Recent events have highlighted America’s security, military, diplomatic, and business need for individuals who can speak and understand languages other than English. In fact, the September 26, 2001, report of the House Permanent Select Committee on Intelligence states that language is the single greatest need in the intelligence community. Former Senator Paul Simon (2001) has pointed out, “Today, some 80 federal agencies need proficiency in nearly 100 foreign languages. While the demand is great, the supply remains almost nonexistent. Only 8% of American college students study another language.”
Not surprisingly, if relatively few individuals learn languages other than English, even fewer learn them to high levels of proficiency. Yet, high levels of proficiency in all languages are crucial for meeting national needs. In order to achieve these language proficiency goals, significantly greater resources are required, particularly in the higher education community. There is great promise in the progress made to fill the need for resources in a number of languages, but the challenge is still great, given the number of languages and the investment needed to attain high levels of proficiency. In this paper, we investigate the adequacy and availability of new pedagogical methods and tools, information technologies, and testing procedures for language training for achieving high levels of proficiency. The purpose of this paper is to discuss the successes and challenges of current approaches while suggesting new ways to help develop high-level speakers of foreign languages in the United States.
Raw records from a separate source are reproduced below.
"""The pages: everything is on them, long and hostile content as well, and the same content gives the same file."""

from __future__ import annotations

import dataclasses
import hashlib
import subprocess
import sys
from collections.abc import Callable
from io import BytesIO
from pathlib import Path
from unicodedata import normalize

import pypdf
import pytest
from hypothesis import HealthCheck, given, settings
from hypothesis import strategies as st

from fieldlog.reports import content, seal
from fieldlog.reports.pages import Paper, drawn_pages, report_pdf
from tests.reports import sample

Run = Callable[..., "subprocess.CompletedProcess[str]"]
ROOT = str(Path(__file__).resolve().parent.parent.parent)


def texts(pdf: bytes) -> list[str]:
    pages = [page.extract_text() for page in pypdf.PdfReader(BytesIO(pdf)).pages]
    return [" ".join(normalize("NFKC", page).split()) for page in pages]


def strings_of(value: object) -> list[str]:
    """Return every text in a content, without charts and strokes."""
    if isinstance(value, str):
        return [value]
    if isinstance(value, content.Picture):
        return [value.heading, value.caption]
    if isinstance(value, tuple):
        return [text for item in value for text in strings_of(item)]
    if dataclasses.is_dataclass(value):
        fields = [f.name for f in dataclasses.fields(value) if f.name not in {"strokes", "statement", "language"}]
        return [text for name in fields for text in strings_of(getattr(value, name))]
    return []


def test_everything_that_is_said_stands_on_the_pages() -> None:
    report = sample.sample_report()
    page_text = "".join("".join(texts(report_pdf(report))).split())
    missing = [text for text in strings_of(report) if "".join(normalize("NFKC", text).split()) not in page_text]
    assert missing == []


def test_the_statement_comes_before_the_numbers() -> None:
    first = texts(report_pdf(sample.sample_report()))[0]
    places = [first.index(words) for words in ("Reedbank Fire", "Revision 2", "Changed.", "Unproven.", "Findings")]
    assert places == sorted(places)


def test_every_page_bears_its_number_the_reports_name_and_the_head_of_the_log() -> None:
    pages = texts(report_pdf(sample.sample_report()))
    for number, page in enumerate(pages, 1):
        assert f"page {number} of {len(pages)}" in page
        assert "Harbour Cold Store, 12 October 2026, revision 2" in page
        assert sample.HEAD in page


def test_a_draft_says_so_on_every_page() -> None:
    pages = texts(drawn_pages(sample.sample_report(draft="Draft, not sealed")))
    assert all("Draft, not sealed" in page for page in pages)


def test_a_standard_that_nobody_recorded_is_said_to_be_missing() -> None:
    assert "Adopted standard not recorded." in " ".join(texts(drawn_pages(sample.sample_report(standards=()))))


def test_an_empty_report_is_still_a_report() -> None:
    bare = content.VisitReport(
        "Name", "Visit", content.Party("Organisation"), content.Party("Site"), sample.MADE_AT, sample.HEAD, b"{}"
    )
    (page,) = texts(report_pdf(bare))
    assert "page 1 of 1" in page


@pytest.mark.parametrize("paper", Paper)
def test_a_long_table_repeats_its_headings_on_every_page(paper: Paper) -> None:
    table = sample.every_test(years=20)
    report = sample.sample_report(sections=(content.Section("Wet system 2", (table,)),))
    pages = [page for page in texts(drawn_pages(report, paper)) if "old record" in page]
    assert len(pages) > 5
    for page in pages:
        assert page.index("Date") < page.index("old record")
        assert page.index("Drain index") < page.index("old record")
    assert sum(page.count("old record") for page in pages) == 240


def test_nothing_is_drawn_outside_the_sheet(run_program: Run, tmp_path: Path) -> None:
    for paper, (width, height) in ((Paper.A4, (595.28, 841.89)), (Paper.LETTER, (612.0, 792.0))):
        (tmp_path / "report.pdf").write_bytes(drawn_pages(sample.sample_report(), paper))
        listing = run_program("pdftotext", "-bbox", tmp_path / "report.pdf", "-").stdout
        words = [line.split('"') for line in listing.splitlines() if "<word" in line]
        assert len(words) > 500
        assert min(float(word[1]) for word in words) >= 50
        assert max(float(word[5]) for word in words) <= width - 50
        assert max(float(word[7]) for word in words) <= height - 15


LONG = "word " * 300 + "x" * 900 + "\nline" * 40
HOSTILE = (
    "<b>bold</b> <font size=90>& &amp; </para><para> <img src='file:///etc/passwd'/> <a href='javascript:x'>",
    "\x00\x07\x1b[31m \x85 \u202e gnp.exe \ufeff",
    "火災 🔥 \U0001f9ef \ud800 \uffff ܐ",
    "%s %(name)s {0} $x ${jndi} \\n \\( ) ( /Type endobj stream",
    "=1+1, -2, @x; ' OR 1=1 --",
    LONG,
    "",
    " ",
)


def everywhere(value: object, words: str) -> object:
    """Return a content with every text replaced."""
    if isinstance(value, str):
        return words
    if isinstance(value, tuple):
        return tuple(everywhere(item, words) for item in value)
    if dataclasses.is_dataclass(value) and not isinstance(value, type):
        keep = {"statement", "language", "verify_address", "begin"}
        changes = {
            f.name: everywhere(getattr(value, f.name), words)
            for f in dataclasses.fields(value)
            if f.name not in keep and not isinstance(getattr(value, f.name), bytes)
        }
        return dataclasses.replace(value, **changes)
    return value


@pytest.mark.slow
@pytest.mark.parametrize("words", HOSTILE)
def test_any_words_anywhere_are_printed_as_typed_or_as_boxes(words: str) -> None:
    report = everywhere(sample.sample_report(), words)
    assert isinstance(report, content.VisitReport)
    pdf = report_pdf(report)
    reader = pypdf.PdfReader(BytesIO(pdf))
    assert len(reader.pages) >= 1
    assert "/Annots" not in reader.pages[0]
    if words.startswith("<b>"):
        assert "<b>bold</b>" in "".join(texts(pdf))
    if "火" in words:
        assert "□" in "".join(texts(pdf))


@given(st.text(st.characters(codec=None), max_size=300))
@settings(max_examples=25, suppress_health_check=[HealthCheck.too_slow])
def test_any_text_of_an_entry_can_be_printed(words: str) -> None:
    blocks = (
        content.Facts((content.Row(words, words, words, words), content.Row("a", "b"))),
        content.Table(words, (content.Column(words), content.Column(words, words, is_number=True)), ((words, words),)),
        content.TestRecord(words, words, (content.Reading(words, words, words, words, words),), (), (words,), words),
        content.Finding(words, words, (content.Row(words, words),)),
        content.Items((words,), words),
        content.Words((words,), words),
    )
    report = sample.sample_report(sections=(content.Section(words, blocks, words),), statements=())
    assert texts(drawn_pages(report))


def test_a_table_row_with_too_few_or_too_many_cells_is_printed_in_its_columns() -> None:
    table = content.Table("T", (content.Column("One"), content.Column("Two")), (("a",), ("b", "c", "surplus")))
    text = " ".join(texts(drawn_pages(sample.sample_report(sections=(content.Section("S", (table,)),)))))
    assert "surplus" not in text


def test_a_number_stays_with_its_unit() -> None:
    words = ("w " * 57) + "54 psi"
    report = sample.sample_report(sections=(content.Section("S", (content.Words((words,)),)),), statements=())
    pages = [page.extract_text() for page in pypdf.PdfReader(BytesIO(drawn_pages(report))).pages]
    assert any("54\u00a0psi" in page or "54 psi" in page for page in pages)
    assert not any("54\npsi" in page for page in pages)


def test_two_processes_make_the_same_unsigned_bytes() -> None:
    program = (
        f"import sys; sys.path.insert(0, {ROOT!r})\n"
        "import hashlib\nfrom tests.reports import sample\nfrom fieldlog.reports.pages import report_pdf\n"
        "print(hashlib.sha256(report_pdf(sample.sample_report())).hexdigest())"
    )
    command = [sys.executable, "-c", program]
    made = [subprocess.run(command, capture_output=True, text=True, check=True).stdout.strip() for _ in range(2)]
    assert made[0] == made[1] == hashlib.sha256(report_pdf(sample.sample_report())).hexdigest()


def test_charts_imported_first_leave_no_font_that_is_not_embedded(run_program: Run, tmp_path: Path) -> None:
    program = (
        f"import sys; sys.path.insert(0, {ROOT!r})\nimport fieldlog.charts.pdf\nfrom tests.reports import sample\n"
        "from fieldlog.reports.pages import report_pdf\n"
        f"open({str(tmp_path / 'report.pdf')!r}, 'wb').write(report_pdf(sample.sample_report()))"
    )
    subprocess.run([sys.executable, "-c", program], check=True)
    rows = run_program("pdffonts", tmp_path / "report.pdf").stdout.splitlines()[2:]
    assert rows
    assert all(row.split()[-5:-2] == ["yes", "yes", "yes"] for row in rows), rows


def test_the_whole_report_holds_before_programs_of_others(
    signer: seal.Signer, trust_roots: seal.TrustRoots, run_program: Run, preflight: Run, tmp_path: Path
) -> None:
    report = sample.sample_report()
    sealed = seal.seal(report_pdf(report), signer, sample.MADE_AT, reason="Report of a visit")
    verdict = seal.verify(sealed, trust_roots)
    assert verdict.is_good
    assert verdict.records_json == sample.RECORDS
    (tmp_path / "sealed.pdf").write_bytes(sealed)
    (tmp_path / "twin.pdf").write_bytes(report_pdf(report, part=1))
    assert "Signature is Valid." in run_program("pdfsig", tmp_path / "sealed.pdf").stdout
    assert run_program("qpdf", "--check", tmp_path / "sealed.pdf").returncode == 0
    rows = run_program("pdffonts", tmp_path / "sealed.pdf").stdout.splitlines()[2:]
    assert all(row.split()[-5:-2] == ["yes", "yes", "yes"] for row in rows), rows
    result = preflight(tmp_path / "twin.pdf")
    assert result.returncode == 0, result.stdout


def test_nothing_is_told_by_colour_alone(run_program: Run, tmp_path: Path) -> None:
    """In grey, the darkest and the palest ink of a chart stay far apart."""
    (tmp_path / "report.pdf").write_bytes(drawn_pages(sample.sample_report()))
    run_program("pdftoppm", "-r", "60", "-gray", "-f", "2", "-l", "2", tmp_path / "report.pdf", tmp_path / "page")
    (picture,) = tmp_path.glob("page*.pgm")
    pixels = picture.read_bytes()[-496 * 700 :]
    assert min(pixels) < 40
    assert max(pixels) > 250
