"""The typefaces: what they can print, and what becomes of the rest."""

from __future__ import annotations

from importlib.resources import files

import pytest
from hypothesis import given
from hypothesis import strategies as st
from reportlab.pdfbase.pdfmetrics import stringWidth

from fieldlog.reports import fonts


@pytest.mark.parametrize("text", ["66 psi", "Größe, ½ in., 4,5 bar", "Ω Σ μ", "Проверка", "→ ≤ ≥ − × ·", "█ ▲ □ ☐ ✓"])
def test_the_trades_signs_and_most_names_print_as_typed(text: str) -> None:
    assert fonts.printable(text) == text


@pytest.mark.parametrize(("typed", "printed"), [
    ("a\x00b", "a□b"),
    ("bell\x07", "bell□"),
    ("火災", "□□"),
    ("gauge 🔥 7", "gauge □ 7"),
    ("right\u202eleft", "rightleft"),
    ("tab\there\r", "tab here "),
    ("e\u0301tage", "étage"),
    ("half \ud800 pair", "half □ pair"),
])  # fmt: skip
def test_a_character_without_a_glyph_is_seen_as_a_box(typed: str, printed: str) -> None:
    assert fonts.printable(typed) == printed


@given(st.text(st.characters()))
def test_whatever_was_typed_can_be_printed_after(text: str) -> None:
    printed = fonts.printable(text)
    assert fonts.printable(printed) == printed
    assert stringWidth(printed.replace("\n", ""), fonts.REGULAR, 9) >= 0


def test_figures_are_tabular_in_both_typefaces() -> None:
    for name in (fonts.REGULAR, fonts.BOLD):
        assert len({stringWidth(digit, name, 20) for digit in "0123456789"}) == 1


def test_the_licence_stands_beside_the_typefaces() -> None:
    text = (files("fieldlog.reports") / "fonts" / "LICENCE.txt").read_text()
    assert "Permission is hereby granted, free of charge" in text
In the language teaching field, the term high-level learner traditionally refers to a level of 3 or higher on the 5-point Interagency Language Roundtable (ILR) scale or Superior or above according to the American Council on the Teaching of Foreign Languages (ACTFL) Proficiency Guidelines. A learner at the Superior level can “communicate in the language with accuracy and fluency in order to participate fully and effectively in conversations on a variety of topics in formal and informal settings” (American Council on the Teaching of Foreign Languages, 1999), while a learner at the higher Distinguished level “begins to approach the level of an educated native speaker” (Leaver & Shekhtman, 2002). In addition to demonstrating a high level of language proficiency, speakers at these levels possess the academic and discourse skills, such as the ability to hypothesize and persuade, that would be expected of any educated person in the target culture.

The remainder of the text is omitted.